Letters

We must empower young entrepreneurs

Dear Editor,

The presence of entrepreneurship is vital to the economy of The Bahamas. Entrepreneurs are the ones that stimulate job opportunities. They are the individuals that will stand at the forefront of innovation in the country. They are the brilliant minds that are crucial for competitiveness on both a national and international scale. We must realize that if we fail to empower them, we will fail to empower our future.

When we talk about young entrepreneurs in The Bahamas, we are talking about the individuals in our nation that are often overlooked but yet are the people that are dreamers, thinkers and doers. The empowerment of business minds would reflect positively in Bahamian-led philanthropic efforts. On a daily basis, these individuals prove to us that you will fall down ten times but you must get back up eleven times no matter the circumstances. Perseverance is essential.

By becoming an entrepreneur, that is one less unemployed person; that is one person that can create a business venture that generates a vast variety of job opportunities for others. This continuous and impactful system contributes to lowering the unemployment rate throughout our Bahamaland. We will see a drastic change in our standard of living if we implement the innovations that are developed or adopted by young entrepreneurs. The time to empower our young entrepreneurs is now. It should not be solely up to the government to come up with great ideas to increase the quality of life in The Bahamas.
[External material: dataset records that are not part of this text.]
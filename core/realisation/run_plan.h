#pragma once

#include "core/realisation/difference_equation.h"

#include <optional>
#include <vector>

namespace cornerwright {

/// What a section's step has to know besides its coefficients.
struct SectionPlan {
    std::size_t order = 0;
    bool integrator = false;
    /// True where an output limit stops this section: it integrates, and a positive input of the
    /// section drives the output up (`grows_with_input`) or down.
    bool held_at_limits = false;
    bool grows_with_input = true;
};

/// How a difference equation runs beyond its sections; the bit-true run and every generated text
/// follow the same plan.
struct RunPlan {
    std::vector<SectionPlan> sections;
    /// Limits of the output as the format holds them. Besides the user's: the range of the word
    /// where a last section amplifies what an integrator holds, which could otherwise wind up
    /// beyond it.
    std::optional<OutputLimits> limits;
    /// The section whose state a bumpless start sets: the last one that is a plain integrator.
    /// Nothing where the output follows the error from rest.
    std::optional<std::size_t> restart_section;
    /// The power of two by which the output exceeds the output of that section.
    int restart_exponent = 0;
};

RunPlan run_plan(const DifferenceEquation& equation);

/// The numbers that run: beta and alpha of a delta section, b and a otherwise.
const std::array<double, 3>& running_numerator(const DiscreteSection& section, Structure structure);
const std::array<double, 3>& running_denominator(const DiscreteSection& section,
                                                 Structure structure);

/// `value` as the number format holds it: nearest, in fixed point with ties away from zero and
/// saturating.
double held_value(double value, const NumberFormat& format);

} // namespace cornerwright
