void LayoutJudge::finish() {
    for (const auto& line : head_)
        layout_.has_text |= !is_blank(line.text);
    const auto first = std::find_if(number_lines_.begin(), number_lines_.end(),
                                    [&](std::size_t i) { return i >= after_heading_; });
    if (first != number_lines_.end())
        layout_.first_row_line = head_[*first].number;
    if (layout_.heading_line == 0 && first != number_lines_.end())
        for (std::size_t i = 0; i < *first; ++i)
            layout_.preamble.emplace_back(without_comment_mark(head_[i].text));
}

} // namespace

bool is_comment(std::string_view line, char separator) {
    while (!line.empty() && (line.front() == ' ' || (line.front() == '\t' && separator != '\t')))
        line.remove_prefix(1);
    if (line.empty())
        return false;
    const char first = line.front();
    return first == '#' || first == '%' || first == '!' || (first == ';' && separator != ';') ||
           line.starts_with("//");
}

std::vector<std::string_view> split_fields(std::string_view line, char separator) {
    std::vector<std::string_view> fields;
    bool quoted = false;
    std::size_t begin = 0;
    const bool runs = separator == ' ';
    if (runs)
        line = trimmed(line);
    for (std::size_t i = 0; i < line.size(); ++i) {
        quoted ^= line[i] == '"';
        if (quoted || (line[i] != separator && !(runs && line[i] == '\t')))
            continue;
        if (!runs || i > begin)
            fields.push_back(line.substr(begin, i - begin));
        begin = i + 1;
    }
    if (!runs || begin < line.size())
        fields.push_back(line.substr(begin));
    return fields;
}

TableLayout judge_layout(TextLines& lines, TableKind kind) {
    lines.rewind();
    std::vector<HeadLine> head;
    std::size_t bytes = 0;
    std::string_view line;
    while (bytes < head_bytes && lines.next(line)) {
        bytes += line.size() + 1;
        head.push_back({lines.line_number(), readable(line)});
    }
    lines.rewind();
    return LayoutJudge(std::move(head), kind).judge();
}

} // namespace cornerwright
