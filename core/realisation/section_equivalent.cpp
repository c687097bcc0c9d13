#include "core/realisation/section_equivalent.h"

#include "core/realisation/hold_equivalent.h"

#include <algorithm>
#include <cmath>

namespace cornerwright {
namespace {

/// z = -1 in d = z - 1.
constexpr double half_rate = -2.0;

/// Zeros (or, for an improper section, poles) at z = -1 that stand for those at infinity.
void append_half_rate_roots(RootForm& form) {
    while (form.zeros.size() < form.poles.size())
        form.zeros.emplace_back(half_rate);
    while (form.poles.size() < form.zeros.size())
        form.poles.emplace_back(half_rate);
}

/// s = scale (z - 1)/(z + 1): s - r = (scale - r)(d - 2r/(scale - r))/(z + 1).
RootForm bilinear(const RootForm& continuous, double scale) {
    RootForm result;
    Complex gain = continuous.gain;
    for (const Complex& zero : continuous.zeros) {
        result.zeros.push_back(2.0 * zero / (scale - zero));
        gain *= scale - zero;
    }
    for (const Complex& pole : continuous.poles) {
        result.poles.push_back(2.0 * pole / (scale - pole));
        gain /= scale - pole;
    }
    result.gain = gain.real();
    append_half_rate_roots(result);
    return result;
}

/// The scale of the bilinear map: exact at w where w > 0, else 2/Ts.
double bilinear_scale(double exact_at_rad_s, double period) {
    if (exact_at_rad_s <= 0.0)
        return 2.0 / period;
    return exact_at_rad_s / std::tan(exact_at_rad_s * period / 2.0);
}

/// Where tustin_at_corners is exact; 0 for the sections it leaves unwarped.
double warped_corner(const Section& section) {
    const bool unwarped =
        section.kind == SectionKind::pi || section.kind == SectionKind::integrator;
    return unwarped ? 0.0 : characteristic_rad_s(section);
}

bool holds_zero(const ComplexVector& roots) {
    return std::ranges::any_of(roots, [](const Complex& root) { return root == 0.0; });
}

RootForm matched(const Section& section, double period) {
    const RootForm continuous = roots_of(section);
    RootForm result;
    for (const Complex& zero : continuous.zeros)
        result.zeros.push_back(complex_expm1(zero * period));
    for (const Complex& pole : continuous.poles)
        result.poles.push_back(complex_expm1(pole * period));
    append_half_rate_roots(result);

    if (!holds_zero(continuous.zeros) && !holds_zero(continuous.poles)) {
        result.gain = evaluate(continuous, 0.0).real() / evaluate(result, 0.0).real();
        return result;
    }
    // At s = 0 the section is 0 or infinite: matched in size at its own corner instead.
    const double corner = characteristic_rad_s(section);
    const double w = corner > 0.0 ? corner : 0.1 / period;
    result.gain = std::abs(evaluate(continuous, Complex(0.0, w))) /
                  std::abs(evaluate(result, complex_expm1(Complex(0.0, w * period))));
    return result;
}

} // namespace

Complex complex_expm1(Complex x) {
    const double half_sine = std::sin(x.imag() / 2.0);
    return {std::expm1(x.real()) * std::cos(x.imag()) - 2.0 * half_sine * half_sine,
            std::exp(x.real()) * std::sin(x.imag())};
}

RootForm discrete_equivalent(const Section& section, const Realisation& realisation,
                             double sample_period_s) {
    switch (realisation.method) {
    case Method::tustin:
        return bilinear(roots_of(section), bilinear_scale(0.0, sample_period_s));
    case Method::tustin_at_corners:
        return bilinear(roots_of(section), bilinear_scale(warped_corner(section), sample_period_s));
    case Method::tustin_at:
        return bilinear(roots_of(section),
                        bilinear_scale(realisation.match_rad_s, sample_period_s));
    case Method::matched_roots:
        return matched(section, sample_period_s);
    case Method::step_invariant:
        return step_equivalent(section, sample_period_s);
    case Method::ramp_invariant:
        break;
    }
    return ramp_equivalent(section, sample_period_s);
}

} // namespace cornerwright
Entrepreneurs are natural innovators. They are bound to introduce endless ideas and strategies that can change the lives of many Bahamians. For far too long, avant-garde ideas for community and economic development have been monopolized by either the government or foreigners. It is time that we create platforms for young Bahamians to introduce their ideas and work on making a wild dream into an amazing reality.

If we take a look at our neighboring country, the United States, we would notice that most of the groundbreaking innovations introduced to improve the convenience of our daily lives and maximize efficiency did not come from their government but, rather, entrepreneurs and oftentimes young entrepreneurs. Take a look at business powerhouses that were not created by the U.S. government.
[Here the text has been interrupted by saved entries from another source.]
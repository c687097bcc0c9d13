#include "core/realisation/second_order_pairs.h"

#include <algorithm>
#include <cmath>
#include <limits>

namespace cornerwright {
namespace {

/// 1 - |z|^2 for z = 1 + d, without the cancellation near the unit circle.
double depth_inside_circle(Complex d) {
    return -(2.0 * d.real() + std::norm(d));
}

double depth_of(const SectionRoots& section) {
    double depth = std::numeric_limits<double>::infinity();
    for (const Complex& pole : section.poles)
        depth = std::min(depth, std::abs(depth_inside_circle(pole)));
    return depth;
}

bool is_integrator(const SectionRoots& section) {
    return std::ranges::any_of(section.poles, [](const Complex& pole) { return pole == 0.0; });
}

bool nearer_the_circle(const SectionRoots& left, const SectionRoots& right) {
    if (is_integrator(left) != is_integrator(right))
        return is_integrator(left);
    return depth_of(left) < depth_of(right);
}

/// The poles in groups, those nearest the unit circle first.
std::vector<SectionRoots> pole_groups(const ComplexVector& poles) {
    std::vector<SectionRoots> groups;
    std::vector<double> single;
    for (const Complex& pole : poles) {
        if (pole == 0.0)
            groups.push_back({{}, {pole}});
        else if (pole.imag() == 0.0)
            single.push_back(pole.real());
        else if (pole.imag() > 0.0)
            groups.push_back({{}, {pole, std::conj(pole)}});
    }
    std::ranges::sort(single, {}, [](double d) { return std::abs(depth_inside_circle(d)); });
    std::size_t first = 0;
    if (single.size() % 2 == 1)
        groups.push_back({{}, {single[first++]}});
    for (std::size_t last = single.size(); first < last;) {
        --last;
        groups.push_back({{}, {single[first], single[last]}});
        ++first;
    }
    std::ranges::stable_sort(groups, nearer_the_circle);
    return groups;
}

bool is_single(const SectionRoots& group) {
    return group.poles.size() == 1;
}

/// Joins single poles, the nearest to the circle with the furthest, until `pairs` groups have two.
void join_singles(std::vector<SectionRoots>& groups, std::size_t pairs) {
    auto count = static_cast<std::size_t>(
        std::ranges::count_if(groups, [](const SectionRoots& group) { return !is_single(group); }));
    for (; count < pairs; ++count) {
        const auto first = std::ranges::find_if(groups, is_single);
        const auto last = std::find_if(groups.rbegin(), groups.rend(), is_single);
        first->poles.push_back(last->poles.front());
        groups.erase(std::next(last).base());
    }
}

/// The zeros not yet given away: real ones, and complex pairs by their upper member.
class ZeroStock {
  public:
    explicit ZeroStock(const ComplexVector& zeros) {
        for (const Complex& zero : zeros)
            if (zero.imag() >= 0.0)
                stock_.push_back(zero);
    }

    std::size_t complex_pairs() const {
        return static_cast<std::size_t>(
            std::ranges::count_if(stock_, [](const Complex& zero) { return zero.imag() > 0.0; }));
    }

    /// Gives `group` the zeros nearest to it. `other_pairs` second-order groups come after it.
    void serve(SectionRoots& group, std::size_t other_pairs) {
        const bool may_be_complex = !is_single(group);
        const bool must_be_complex = may_be_complex && other_pairs < complex_pairs();
        if (!take_nearest(group, may_be_complex, !must_be_complex))
            return;
        if (may_be_complex && group.zeros.size() == 1)
            take_nearest(group, false, true);
    }

  private:
    bool take_nearest(SectionRoots& group, bool complex_allowed, bool real_allowed) {
        const auto distance = [&group](const Complex& zero) {
            double least = std::numeric_limits<double>::infinity();
            for (const Complex& pole : group.poles)
                least = std::min(least, std::abs(zero - pole));
            return std::pair(least, std::abs(std::arg(1.0 + zero)));
        };
        auto best = stock_.end();
        for (auto zero = stock_.begin(); zero != stock_.end(); ++zero) {
            const bool allowed = zero->imag() > 0.0 ? complex_allowed : real_allowed;
            if (allowed && (best == stock_.end() || distance(*zero) < distance(*best)))
                best = zero;
        }
        if (best == stock_.end())
            return false;
        group.zeros.push_back(*best);
        if (best->imag() > 0.0)
            group.zeros.push_back(std::conj(*best));
        stock_.erase(best);
        return true;
    }

    ComplexVector stock_;
};

} // namespace

std::vector<SectionRoots> second_order_pairs(const RootForm& function) {
    std::vector<SectionRoots> groups = pole_groups(function.poles);
    ZeroStock zeros(function.zeros);
    join_singles(groups, zeros.complex_pairs());
    auto pairs_left = static_cast<std::size_t>(
        std::ranges::count_if(groups, [](const SectionRoots& group) { return !is_single(group); }));
    for (SectionRoots& group : groups) {
        if (!is_single(group))
            --pairs_left;
        zeros.serve(group, pairs_left);
    }
    std::ranges::reverse(groups);
    return groups;
}

} // namespace cornerwright
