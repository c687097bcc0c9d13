#pragma once

#include "core/compensator/chain.h"
#include "core/realisation/realisation.h"

#include <array>
#include <cstdint>
#include <string>
#include <vector>

namespace cornerwright {

/// One second-order section as it runs, after rounding to the number format.
/// Direct forms: y = b0 x + b1 x' + b2 x'' - a1 y' - a2 y''; a[0] is 1.
/// Delta: the same function written with d = z - 1,
///   (beta0 d^2 + beta1 d + beta2) / (d^2 + alpha1 d + alpha2), whose rounded coefficients run.
/// The form that does not run holds the equal coefficients as far as a double can tell them. A
/// first-order section is (b0 z + b1)/(z + a1) = (beta0 d + beta1)/(d + alpha1), the last entries
/// 0.
struct DiscreteSection {
    std::array<double, 3> b{1.0, 0.0, 0.0};
    std::array<double, 3> a{1.0, 0.0, 0.0};
    std::array<double, 3> beta{1.0, 0.0, 0.0};
    std::array<double, 3> alpha{1.0, 0.0, 0.0}; ///< alpha[0] = 1
    /// Fixed only: b = b_integers / 2^(fraction_bits - shift), a likewise. In the delta structure
    /// they are beta and alpha, entry i over 2^(fraction_bits - shift + i delta_shift).
    std::array<std::int64_t, 3> b_integers{};
    std::array<std::int64_t, 3> a_integers{};
    int shift = 0;
    int delta_shift = 0;

    bool operator==(const DiscreteSection&) const = default;
};

/// The compensator as it will run: sections in their order of execution, the input of one being the
/// output of the one before.
struct DifferenceEquation {
    double sample_period_s = 0.0;
    Realisation realisation;
    std::vector<DiscreteSection> sections;
    std::vector<std::string> notes; ///< what a reader should know: how the gain was spread, ...

    bool operator==(const DifferenceEquation&) const = default;
};

/// Makes the difference equation of a chain. Throws InputError (no place; the section named) where
/// it cannot be: compensator improper, a corner at or above pi/Ts, an invariant method on a section
/// with more zeros than poles, a number format that cannot hold a coefficient, no sample period.
DifferenceEquation discretise(const Chain& chain, const Sampling& sampling,
                              const Realisation& realisation);

/// The exact function of the rounded sections in d = z - 1 (all sections multiplied, roots side by
/// side). Working in z - 1 keeps the digits of corners far below the sample rate.
RootForm roots_in_z_minus_1(const DifferenceEquation& equation);

} // namespace cornerwright
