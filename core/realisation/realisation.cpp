#include "core/realisation/realisation.h"

namespace cornerwright {

std::string_view name_of(Method method) {
    switch (method) {
    case Method::tustin:
        return "tustin";
    case Method::tustin_at_corners:
        return "tustin_at_corners";
    case Method::tustin_at:
        return "tustin_at";
    case Method::matched_roots:
        return "matched_roots";
    case Method::step_invariant:
        return "step_invariant";
    case Method::ramp_invariant:
        break;
    }
    return "ramp_invariant";
}

std::string_view name_of(Structure structure) {
    switch (structure) {
    case Structure::direct_form_1:
        return "direct_form_1";
    case Structure::direct_form_2_transposed:
        return "direct_form_2_transposed";
    case Structure::delta:
        break;
    }
    return "delta";
}

std::string_view name_of(NumberFormat::Type type) {
    switch (type) {
    case NumberFormat::Type::float64:
        return "float64";
    case NumberFormat::Type::float32:
        return "float32";
    case NumberFormat::Type::fixed:
        break;
    }
    return "fixed";
}

} // namespace cornerwright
Uber was created by two like-minded entrepreneurs. Microsoft was birthed by two young brilliant and ambitious college students. Finally, Amazon was founded by a thirty-year-old aspiring entrepreneur. All of these companies had the same foundation in mind – simply to improve convenience as we know it and to provide employment for millions of people across their nation.

Young businessmen and businesswomen will play a big role in helping to diversify our economy. Through their empowerment, they will have the opportunity to see their innovative ideas come into fruition and bring sheer heart into new industries. By giving entrepreneurs a voice and platform in our society, we would also make a variety of professions relevant and in demand. Consequently, atypical aspects of entrepreneurship would come alive. We would see an influx in career choices that aren’t as popular in our society, such as entrepreneurs in the technical and agricultural field. More agricultural entrepreneurs create more opportunities for farm workers and the cycle continues.
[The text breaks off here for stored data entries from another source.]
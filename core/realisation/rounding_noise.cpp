#include "core/realisation/bit_true_run.h"
#include "core/realisation/fixed_sections.h"
#include "core/realisation/linear_section.h"
#include "core/realisation/node_bounds.h"
#include "core/realisation/precision.h"
#include "core/realisation/run_plan.h"
#include "core/realisation/section_coefficients.h"
#include "core/realisation/white_input.h"

#include <algorithm>
#include <cmath>
#include <limits>
#include <span>

namespace cornerwright {
namespace {

enum class Source { output, w1, w2 };

/// Sum of squares at the compensator's output after one step of rounding error at a source in
/// `sections.front()`.
double noise_gain(std::span<const DiscreteSection> sections, Structure structure, Source source) {
    std::vector<LinearSection<double>> run;
    for (const DiscreteSection& section : sections)
        run.emplace_back(section, structure);
    const ImpulseLength length = impulse_length(sections);
    double sum = 0.0;
    for (int n = 0; n < length.samples; ++n) {
        double signal = run.front().step(0.0);
        if (n == 0 && source == Source::output) {
            signal = 1.0;
            run.front().disturb_output(1.0);
        } else if (n == 0) {
            run.front().disturb(source == Source::w1 ? 0 : 1, 1.0);
        }
        for (std::size_t i = 1; i < run.size(); ++i)
            signal = run[i].step(signal);
        sum += signal * signal * (n + 1 == length.samples ? 1.0 + length.tail / 2.0 : 1.0);
    }
    return sum;
}

/// A section that only multiplies by a whole number rounds nothing.
bool rounds(const DiscreteSection& section, std::size_t order) {
    return order > 0 || section.b[0] != std::round(section.b[0]);
}

Figure theory_rms(const DifferenceEquation& equation) {
    const NumberFormat& format = equation.realisation.number_format;
    if (format.type != NumberFormat::Type::fixed)
        return Figure::undetermined("in floating point the noise follows the signal");
    const Structure structure = equation.realisation.structure;
    const std::span<const DiscreteSection> sections = equation.sections;
    if (!impulse_length(sections).decays)
        return Figure::undetermined("a pole outside the unit circle after rounding");
    double gain = 0.0;
    for (std::size_t i = 0; i < sections.size(); ++i) {
        const std::size_t order = order_of(sections[i], structure);
        if (has_integrator(sections[i], structure))
            return Figure::infinite().with_note("an integrator adds the rounding errors up");
        if (!rounds(sections[i], order))
            continue;
        gain += noise_gain(sections.subspan(i), structure, Source::output);
        if (structure == Structure::direct_form_1)
            continue;
        if (order > 0)
            gain += noise_gain(sections.subspan(i), structure, Source::w1);
        if (order > 1)
            gain += noise_gain(sections.subspan(i), structure, Source::w2);
    }
    return Figure::of(std::ldexp(std::sqrt(gain / 12.0), -format.fraction_bits));
}

/// Half of what may go in before the output could be cut off.
double input_size(const DifferenceEquation& equation) {
    const double output =
        l1_bounds(equation.sections, equation.realisation.structure).back().output;
    double size = 1.0;
    if (equation.realisation.number_format.type == NumberFormat::Type::fixed &&
        std::isfinite(output))
        size = std::min(size, range_of(equation.realisation.number_format) / output);
    return size / 2.0;
}

} // namespace

RoundingNoise rounding_noise(const DifferenceEquation& equation) {
    constexpr int samples = 20000;
    const DifferenceEquation unlimited = [&equation] {
        DifferenceEquation copy = equation;
        copy.realisation.output_limits.reset();
        return copy;
    }();
    RoundingNoise noise{theory_rms(equation), 0.0, input_size(equation), samples};

    BitTrueRun run(unlimited);
    std::vector<LinearSection<long double>> exact;
    for (const DiscreteSection& section : unlimited.sections)
        exact.emplace_back(section, unlimited.realisation.structure);
    WhiteInput input(noise.input_size);
    double sum = 0.0;
    for (int n = 0; n < samples; ++n) {
        const double error = held_value(input.next(), unlimited.realisation.number_format);
        long double signal = error;
        for (LinearSection<long double>& section : exact)
            signal = section.step(signal);
        const auto difference = static_cast<double>(run.step(error) - signal);
        sum += difference * difference;
    }
    noise.simulated_rms = std::sqrt(sum / samples);
    return noise;
}

} // namespace cornerwright
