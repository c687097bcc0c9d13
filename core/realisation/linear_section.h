#pragma once

#include "core/realisation/difference_equation.h"

#include <array>
#include <cmath>

namespace cornerwright {

/// One rounded section on `Real` numbers without any rounding of the signals, stepped as its
/// structure stores its states (direct form 1 as its transposed equal).
template <class Real>
class LinearSection {
  public:
    LinearSection(const DiscreteSection& section, Structure structure)
        : delta_(structure == Structure::delta), delta_shift_(delta_ ? section.delta_shift : 0) {
        for (std::size_t i = 0; i < 3; ++i) {
            b_[i] = delta_ ? section.beta[i] : section.b[i];
            a_[i] = delta_ ? section.alpha[i] : section.a[i];
        }
    }

    Real step(Real x) {
        const Real y = b_[0] * x + w_[0];
        const Real first = b_[1] * x - a_[1] * y + w_[1];
        const Real second = b_[2] * x - a_[2] * y;
        w_ = delta_ ? std::array{w_[0] + first, w_[1] + second} : std::array{first, second};
        return y;
    }

    /// w1 or w2 as stored: w2 of a delta section times 2^delta_shift.
    Real stored(std::size_t state) const {
        return state == 0 ? w_[0] : std::ldexp(w_[1], delta_shift_);
    }

    /// Adds to w1 or w2, in stored units.
    void disturb(std::size_t state, Real stored_units) {
        w_[state] += state == 0 ? stored_units : std::ldexp(stored_units, -delta_shift_);
    }

    /// A disturbance of the output before it is fed back, for the next steps to work off.
    void disturb_output(Real y) {
        const Real first = w_[0] - a_[1] * y;
        const Real second = w_[1] - a_[2] * y;
        w_ = {first, second};
    }

  private:
    bool delta_;
    int delta_shift_;
    std::array<Real, 3> b_{};
    std::array<Real, 3> a_{};
    std::array<Real, 2> w_{};
};

} // namespace cornerwright
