#pragma once

#include <optional>
#include <string_view>

namespace cornerwright {

/// The clock of the processor. A period of 0 means that the project does not sample.
struct Sampling {
    double sample_period_s = 0.0;
    double computation_delay_s = 0.0;
    bool design_includes_hold = true;

    bool operator==(const Sampling&) const = default;
};

enum class Method {
    tustin,
    tustin_at_corners,
    tustin_at,
    matched_roots,
    step_invariant,
    ramp_invariant,
};

enum class Structure { direct_form_1, direct_form_2_transposed, delta };

struct NumberFormat {
    enum class Type { float64, float32, fixed };
    Type type = Type::float64;
    int word_bits = 32;     ///< 16 or 32; fixed only
    int fraction_bits = 28; ///< fixed only

    bool operator==(const NumberFormat&) const = default;
};

/// Limits of the controller's output in the plant-input unit, at_least < at_most.
struct OutputLimits {
    double at_least = 0.0;
    double at_most = 0.0;
    bool operator==(const OutputLimits&) const = default;
};

/// How the compensator becomes a difference equation.
struct Realisation {
    Method method = Method::tustin;
    double match_rad_s = 0.0; ///< tustin_at only, > 0
    Structure structure = Structure::direct_form_2_transposed;
    NumberFormat number_format;
    std::optional<OutputLimits> output_limits;

    bool operator==(const Realisation&) const = default;
};

/// The words of the project file.
std::string_view name_of(Method method);
std::string_view name_of(Structure structure);
std::string_view name_of(NumberFormat::Type type);

} // namespace cornerwright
Entrepreneurs in the manufacturing field create a new avenue for Bahamians to venture as technicians, engineers, assemblers, truck drivers and more. Entrepreneurship can also add an important factor to economic development, which is export. As businesses begin to sprout, the opportunities to expand into a foreign market will arise, allowing new export markets for the country and leading to currency inflows. Furthermore, this would allow us to easily access new technological strategies that are used by more developed countries.

All in all, we must empower our young entrepreneurs and give them the opportunity to spread their wings and create jobs for our students that are studying in various fields, that find it difficult to find employment at home simply because there is not a demand for their profession. Peter Drucker once said, “Entrepreneurship is neither a science nor art. It is a practice.” It is important for us to afford entrepreneurs the opportunity to practice in order to make a change.